While the delay on the part of SEBI was not permitted to be used by the offeror in this case as an excuse to withdraw the offer, the Supreme Court’s observations on delays in the regulatory oversight of takeovers are relevant and seem to make a larger point:
It is a matter of record that the comments were not offered for 13 months. Such kind of delay is wholly inexcusable and needs to be avoided. It can lead to avoidable controversy with regard to whether such belated action is bona fide exercise of statutory power by SEBI. By adopting such a lackadaisical, if not callous attitude, the very object for which the regulations have been framed is diluted, if not frustrated. It must be remembered that SEBI is the watchdog of the Securities Market. It is the guardian of the interest of the shareholders. It is the protective shield against unscrupulous practices in the Securities Market. Therefore, SEBI like any other body, which is established as a watchdog, ought not to act in a lackadaisical manner in the performance of its duties. The time frame stipulated by the Act and the Takeover Regulations for performing certain functions is required to be maintained to establish the transparency in the functioning of SEBI.
As these observations of the Supreme Court reemphasize, time is of the essence in takeovers. Nevertheless, there have been several instances whereby takeover offers have opened several months after the draft offer document has been filed with SEBI, often due to disagreements between the offeror and the regulator. In the process, it is the offeree shareholders who suffer. It is with this in mind that regulators in other jurisdictions such as the UK and Singapore (with the Takeover Panel and the Securities Industry Council (SIC) respectively) follow a more informal approach towards takeover regulation whereby the regulators adopt a more practical attitude to ensure efficiency and timely progress of the takeover offer.
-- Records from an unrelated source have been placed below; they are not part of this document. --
package ladderwell.kernel.sentence;

import java.util.ArrayList;
import java.util.List;
import java.util.Optional;

/**
 * A text of sentences and where in it each sentence stands.
 *
 * <p>A text whose first line that is not blank starts with {@code %%} is a cell: one sentence a line, with or without a
 * {@code %}; a line indented deeper than the one on which a sentence began goes on with it, until a blank line or a line that
 * reads {@code NOUN NAME:}. In any other text each line is a sentence of its own. Lines of comment alone are passed over.
 *
 * @param text the whole text
 * @param opening what stands behind the {@code %%} of a cell; empty in a text of lines
 * @param sentences the places of the sentences, without the {@code %}
 */
public record SentenceText(String text, Optional<Place> opening, List<Place> sentences) {
    /** Copies the places. */
    public SentenceText {
        sentences = List.copyOf(sentences);
    }

    /** Finds the sentences of a text. Never fails. */
    public static SentenceText of(String text) {
        Optional<Place> opening = Optional.empty();
        List<Place> sentences = new ArrayList<>();
        boolean first = true;
        boolean open = false;
        int openIndent = 0;
        for (int line = 0; line < text.length(); ) {
            int newline = text.indexOf('\n', line);
            int end = newline < 0 ? text.length() : newline;
            int start = afterBlanks(text, line, end);
            int indent = start - line;
            boolean blank = start == end;
            if (blank) {
                open = false;
            } else if (first && text.startsWith("%%", start)) {
                opening = Optional.of(new Place(start + 2, end));
            } else if (text.charAt(start) != '#') {
                boolean percent = text.charAt(start) == '%';
                if (open
                        && opening.isPresent()
                        && indent > openIndent
                        && !percent
                        && !opensSentence(text, start, end)) {
                    int last = sentences.size() - 1;
                    sentences.set(last, new Place(sentences.get(last).start(), end));
                } else {
                    sentences.add(new Place(percent ? start + 1 : start, end));
                    open = true;
                    openIndent = indent;
                }
            }
            first &= blank;
            line = end + 1;
        }
        return new SentenceText(text, opening, sentences);
    }

    /** Whether a line starts with two words and a colon: then it is no continuation, however it is indented. */
    private static boolean opensSentence(String text, int start, int end) {
        int at = start;
        for (int word = 0; word < 2; word++) {
            int wordStart = at;
            while (at < end && Character.isJavaIdentifierPart(text.charAt(at))) {
                at++;
            }
            if (at == wordStart) {
                return false;
            }
            at = afterBlanks(text, at, end);
        }
        return at < end && text.charAt(at) == ':';
    }

    private static int afterBlanks(String text, int from, int end) {
        int at = from;
        while (at < end && Pieces.blank(text.charAt(at))) {
            at++;
        }
        return at;
    }

    /**
     * Checks that a cell of sentences starts with the line {@code %%declare} and nothing else on it.
     *
     * @throws MisreadSentence if it starts otherwise
     */
    public void checkOpening() throws MisreadSentence {
        if (opening.isEmpty()) {
            return;
        }
        Place place = opening.get();
        // What stands beyond so many characters is too much anyway.
        int end = Math.min(place.end(), place.start() + Grammar.LONGEST_SENTENCE);
        List<Piece> pieces = Pieces.of(text, place.start(), end).stream()
                .filter(piece -> !piece.is(Piece.Sort.COMMENT))
                .toList();
        if (pieces.isEmpty()) {
            throw new MisreadSentence("a word is missing after '%%'; a cell of sentences starts with %%declare", place);
        }
        if (!pieces.get(0).isWord(Grammar.CELL)) {
            throw new MisreadSentence(
                    "'%%" + Words.quoted(pieces.get(0).text()).substring(1)
                            + " is unknown; a cell of sentences starts with" + " %%declare",
                    pieces.get(0).place());
        }
        if (pieces.size() > 1) {
            throw new MisreadSentence(
                    "nothing may follow %%declare on its line; the sentences start on the next one",
                    pieces.get(1).place());
        }
    }

    /**
     * The sentence that a cursor stands in, up to its end; an empty one where a new sentence would begin. Blanks between a
     * sentence and the cursor belong to it as long as they do not start a new line.
     */
    Place at(int cursor) {
        int limit = Math.min(cursor, text.length());
        for (int i = sentences.size() - 1; i >= 0; i--) {
            Place place = sentences.get(i);
            if (place.start() <= limit) {
                if (limit <= place.end()) {
                    return place;
                }
                String between = text.substring(place.end(), limit);
                boolean sameLine = between.indexOf('\n') < 0;
                boolean nextLineIndented = opening.isPresent()
                        && between.isBlank()
                        && between.chars().filter(c -> c == '\n').count() == 1
                        && between.length() - between.lastIndexOf('\n') - 1 > indent(place);
                return sameLine || nextLineIndented ? new Place(place.start(), limit) : new Place(limit, limit);
            }
        }
        return new Place(limit, limit);
    }

    private int indent(Place sentence) {
        int line = text.lastIndexOf('\n', Math.max(0, sentence.start() - 1)) + 1;
        return afterBlanks(text, line, text.length()) - line;
    }
}
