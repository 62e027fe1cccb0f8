package ladderwell.kernel.sentence;

import java.util.ArrayList;
import java.util.HashSet;
import java.util.List;
import java.util.Locale;
import java.util.Optional;
import java.util.Set;
import ladderwell.kernel.sentence.Noun.Head;
import ladderwell.kernel.sentence.Offers.Offer;
import ladderwell.kernel.sentence.Outline.Clause;
import ladderwell.kernel.sentence.Piece.Sort;
import ladderwell.quantity.Kind;
import ladderwell.quantity.Units;

/** Finds what could stand at a cursor. Looks at what is before it, and after it only for keys already used. */
final class Completer {
    private final Grammar grammar;
    private final Surroundings surroundings;

    Completer(Grammar grammar, Surroundings surroundings) {
        this.grammar = grammar;
        this.surroundings = surroundings;
    }

    Offers at(SentenceText text, int cursor) {
        if (cursor < 0 || cursor > text.text().length()) {
            return Offers.none(Math.max(0, cursor));
        }
        if (text.opening().isPresent() && text.opening().get().touches(cursor)) {
            Place opening = text.opening().get();
            return fitting(text.text(), opening.start(), cursor, List.of(new Offer(Grammar.CELL, "cell")));
        }
        Place sentence = text.at(cursor);
        List<Piece> pieces = Pieces.of(text.text(), sentence.start(), cursor);
        if (!pieces.isEmpty()) {
            Piece last = pieces.get(pieces.size() - 1);
            boolean inside = last.is(Sort.UNCLOSED) || last.is(Sort.COMMENT);
            if (inside || (last.is(Sort.JAVA) && last.place().end() == cursor)) {
                return Offers.none(cursor);
            }
        }
        Outline whole = Outline.of(grammar, Pieces.of(text.text(), sentence.start(), sentence.end()));
        return new AtCursor(text.text(), cursor, pieces, whole).offers();
    }

    /** Keeps the offers that begin with what stands between two positions; blanks before it are left alone. */
    private static Offers fitting(String text, int from, int cursor, List<Offer> offers) {
        int start = from;
        while (start < cursor && Pieces.blank(text.charAt(start))) {
            start++;
        }
        String typed = Words.plain(text.substring(start, cursor));
        boolean blankBehind = cursor > start && Pieces.blank(text.charAt(cursor - 1));
        String prefix = blankBehind ? typed + " " : typed;
        List<Offer> kept = offers.stream()
                .filter(offer -> offer.text().toLowerCase(Locale.ROOT).startsWith(prefix))
                .toList();
        return new Offers(new Place(start, cursor), kept);
    }

    /** One request: the pieces before the cursor, and the outline of the whole sentence. */
    private final class AtCursor {
        private final String text;
        private final int cursor;
        private final List<Piece> pieces;
        private final Outline before;
        private final Outline whole;

        AtCursor(String text, int cursor, List<Piece> pieces, Outline whole) {
            this.text = text;
            this.cursor = cursor;
            this.pieces = pieces;
            this.before = Outline.of(grammar, pieces);
            this.whole = whole;
        }

        Offers offers() {
            if (before.nounPiece().isEmpty() || touched(before.nounPiece().get())) {
                int from =
                        before.nounPiece().map(piece -> piece.place().start()).orElse(cursor);
                List<Offer> nouns = grammar.nouns().stream()
                        .map(noun -> new Offer(noun.word(), "noun"))
                        .toList();
                return fitting(text, from, cursor, nouns);
            }
            if (before.noun().isEmpty()) {
                return Offers.none(cursor);
            }
            Noun noun = before.noun().get();
            boolean inSubject = before.subject().isEmpty()
                    || (before.subject().size() == 1 && touched(before.subject().get(0)));
            if (before.colon().isEmpty() && inSubject && before.clauses().isEmpty()) {
                return noun.declares() ? Offers.none(cursor) : names(noun.subject(), List.of());
            }
            if (noun.head() != Head.NONE && before.colon().isEmpty()) {
                return Offers.none(cursor);
            }
            boolean first =
                    before.clauses().stream().allMatch(clause -> clause.comma().isEmpty());
            return first
                    ? inHead(noun)
                    : inClause(noun, before.clauses().get(before.clauses().size() - 1));
        }

        private boolean touched(Piece piece) {
            return piece.place().end() == cursor;
        }

        /** Behind the colon, before any comma; or behind the name of a noun that takes no colon. */
        private Offers inHead(Noun noun) {
            Place colon = before.colon().map(Piece::place).orElse(new Place(cursor, cursor));
            switch (noun.head()) {
                case KIND -> {
                    boolean done = before.kind().isPresent()
                            && !touched(before.head().get(before.head().size() - 1));
                    if (!done) {
                        List<Offer> kinds = noun.kinds().stream()
                                .map(kind -> new Offer(kind.word(), "kind"))
                                .toList();
                        return fitting(text, colon.end(), cursor, kinds);
                    }
                }
                case REFERENCE -> {
                    if (before.head().isEmpty() || touched(before.head().get(0))) {
                        return names(noun.headNoun(), List.of());
                    }
                }
                case ITEMS -> {
                    return inClause(noun, before.clauses().get(0));
                }
                case NONE -> {}
            }
            List<Key> leads = noun.leads(before.kind());
            List<Clause> done = before.clauses();
            boolean argumentDone = done.size() == 1
                    && done.get(0).key().isPresent()
                    && before.kind()
                            .flatMap(NounKind::argument)
                            .equals(done.get(0).key())
                    && !done.get(0).value().isEmpty()
                    && !touched(done.get(0).value().get(0));
            boolean linkDone = !done.isEmpty()
                    && done.get(done.size() - 1).key().map(Key::form).equals(Optional.of(Form.REFERENCE))
                    && done.get(done.size() - 1).value().size() == 1
                    && !touched(done.get(done.size() - 1).value().get(0));
            if (leads.isEmpty()) {
                return Offers.none(cursor);
            }
            if (done.isEmpty() || argumentDone || linkDone) {
                List<String> used = done.stream()
                        .flatMap(clause -> clause.key().stream())
                        .map(Key::word)
                        .toList();
                return fitting(
                        text,
                        cursor,
                        cursor,
                        leads.stream()
                                .filter(lead -> !used.contains(lead.word()))
                                .limit(1)
                                .map(lead -> new Offer(lead.word(), "key"))
                                .toList());
            }
            return inClause(noun, done.get(done.size() - 1));
        }

        private Offers inClause(Noun noun, Clause clause) {
            boolean keyDone = clause.key().isPresent()
                    && !touched(clause.keyPieces().get(clause.keyPieces().size() - 1));
            if (keyDone) {
                return inValue(clause.key().get(), clause.value());
            }
            int from = clause.place().map(Place::start).orElse(cursor);
            List<Offer> offers = new ArrayList<>();
            if (!clause.joined()) {
                noun.items().stream()
                        .filter(item -> !item.quoted())
                        .forEach(item ->
                                offers.add(new Offer(item.words() + (item.numbered() ? " " : ""), item.sort())));
            }
            usableKeys(noun, clause).forEach(key -> offers.add(new Offer(key.word(), "key")));
            return fitting(text, from, cursor, offers);
        }

        /** Keys that are not used yet and go with those that are. */
        private List<Key> usableKeys(Noun noun, Clause at) {
            Set<String> used = new HashSet<>();
            int here = at.place().map(Place::start).orElse(cursor);
            for (Clause clause : whole.clauses()) {
                boolean same = clause.place().map(Place::start).orElse(-1) == here;
                if (!same) {
                    clause.key().ifPresent(key -> used.add(key.word()));
                }
            }
            Optional<NounKind> kind = whole.kind().isPresent() ? whole.kind() : before.kind();
            if (at.joined()) {
                return noun.leads(kind).stream()
                        .filter(lead -> !used.contains(lead.word()))
                        .toList();
            }
            return noun.keys(kind).stream()
                    .filter(key -> !used.contains(key.word()))
                    .filter(key -> {
                        Set<String> more = new HashSet<>(used);
                        more.add(key.word());
                        return kind.isEmpty() || !Ways.open(kind.get(), more).isEmpty();
                    })
                    .toList();
        }

        private Offers inChoice(Key key, List<Piece> value) {
            boolean done = value.size() > 1 || (value.size() == 1 && !touched(value.get(0)));
            int from = value.isEmpty() ? cursor : value.get(0).place().start();
            List<Offer> offers =
                    key.choices().stream().map(word -> new Offer(word, "value")).toList();
            return done ? Offers.none(cursor) : fitting(text, from, cursor, offers);
        }

        private Offers inValue(Key key, List<Piece> value) {
            if (key.form() == Form.REFERENCE) {
                boolean nameDone = value.size() > 1 || (value.size() == 1 && !touched(value.get(0)));
                List<String> homes = before.kind().map(NounKind::homes).orElse(List.of());
                return nameDone ? Offers.none(cursor) : names(key.noun(), homes);
            }
            if (key.form() == Form.CHOICE) {
                return inChoice(key, value);
            }
            if (key.form() != Form.QUANTITY || value.isEmpty()) {
                return Offers.none(cursor);
            }
            Piece number = value.get(0);
            int numberEnd = number.is(Sort.WORD)
                    ? number.place().start() + NumberText.at(number.text(), 0).end()
                    : number.place().end();
            boolean glued = value.size() == 1 && touched(number);
            boolean any = numberEnd > number.place().start();
            if (!any || (glued && numberEnd == cursor) || value.size() > 2) {
                return Offers.none(cursor);
            }
            if (value.size() == 2 && !touched(value.get(1))) {
                return Offers.none(cursor);
            }
            if (value.size() == 1 && !glued && numberEnd < number.place().end()) {
                return Offers.none(cursor);
            }
            int from =
                    glued ? numberEnd : value.size() == 2 ? value.get(1).place().start() : cursor;
            return fitting(text, from, cursor, units(key));
        }

        private List<Offer> units(Key key) {
            boolean natural = isNatural();
            return key.kinds().stream()
                    .filter(kind -> !natural || kind == Kind.ANGLE || kind == Kind.PERIODS)
                    .flatMap(kind -> Units.symbols(kind).stream())
                    .map(symbol -> new Offer(symbol, "unit"))
                    .toList();
        }

        private boolean isNatural() {
            boolean flagged = whole.clauses().stream()
                    .anyMatch(clause -> clause.key().map(Key::word).equals(Optional.of("natural")));
            List<String> spoken = new ArrayList<>();
            whole.head().forEach(piece -> spoken.add(piece.text()));
            whole.clauses().stream()
                    .filter(clause -> clause.key().map(Key::form).equals(Optional.of(Form.REFERENCE)))
                    .forEach(clause -> clause.value().forEach(piece -> spoken.add(piece.text())));
            return flagged
                    || surroundings.all().stream().anyMatch(known -> known.natural() && spoken.contains(known.name()));
        }

        private Offers names(String noun, List<String> homes) {
            int from = pieces.isEmpty()
                            || !touched(pieces.get(pieces.size() - 1))
                            || !pieces.get(pieces.size() - 1).is(Sort.WORD)
                    ? cursor
                    : pieces.get(pieces.size() - 1).place().start();
            List<Offer> offers = surroundings.all().stream()
                    .filter(known -> known.noun().equals(noun))
                    .filter(known -> homes.isEmpty() || homes.contains(known.kind()))
                    .map(known -> new Offer(known.name(), Grammar.thing(noun).replaceFirst("an? ", "")))
                    .toList();
            return fitting(text, from, cursor, offers);
        }
    }
}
Similarly, it would augur well for takeover offers in India to be completed within a tight timeframe from their announcement, without any delays, particularly from the regulatory standpoint.
 Note that the offer was made immediately prior to the effectiveness of the SEBI (Substantial Acquisition of Shares and Takeovers) Regulations, 2011, and hence the previous SEBI Takeover Regulations 1997 apply to the facts of this case.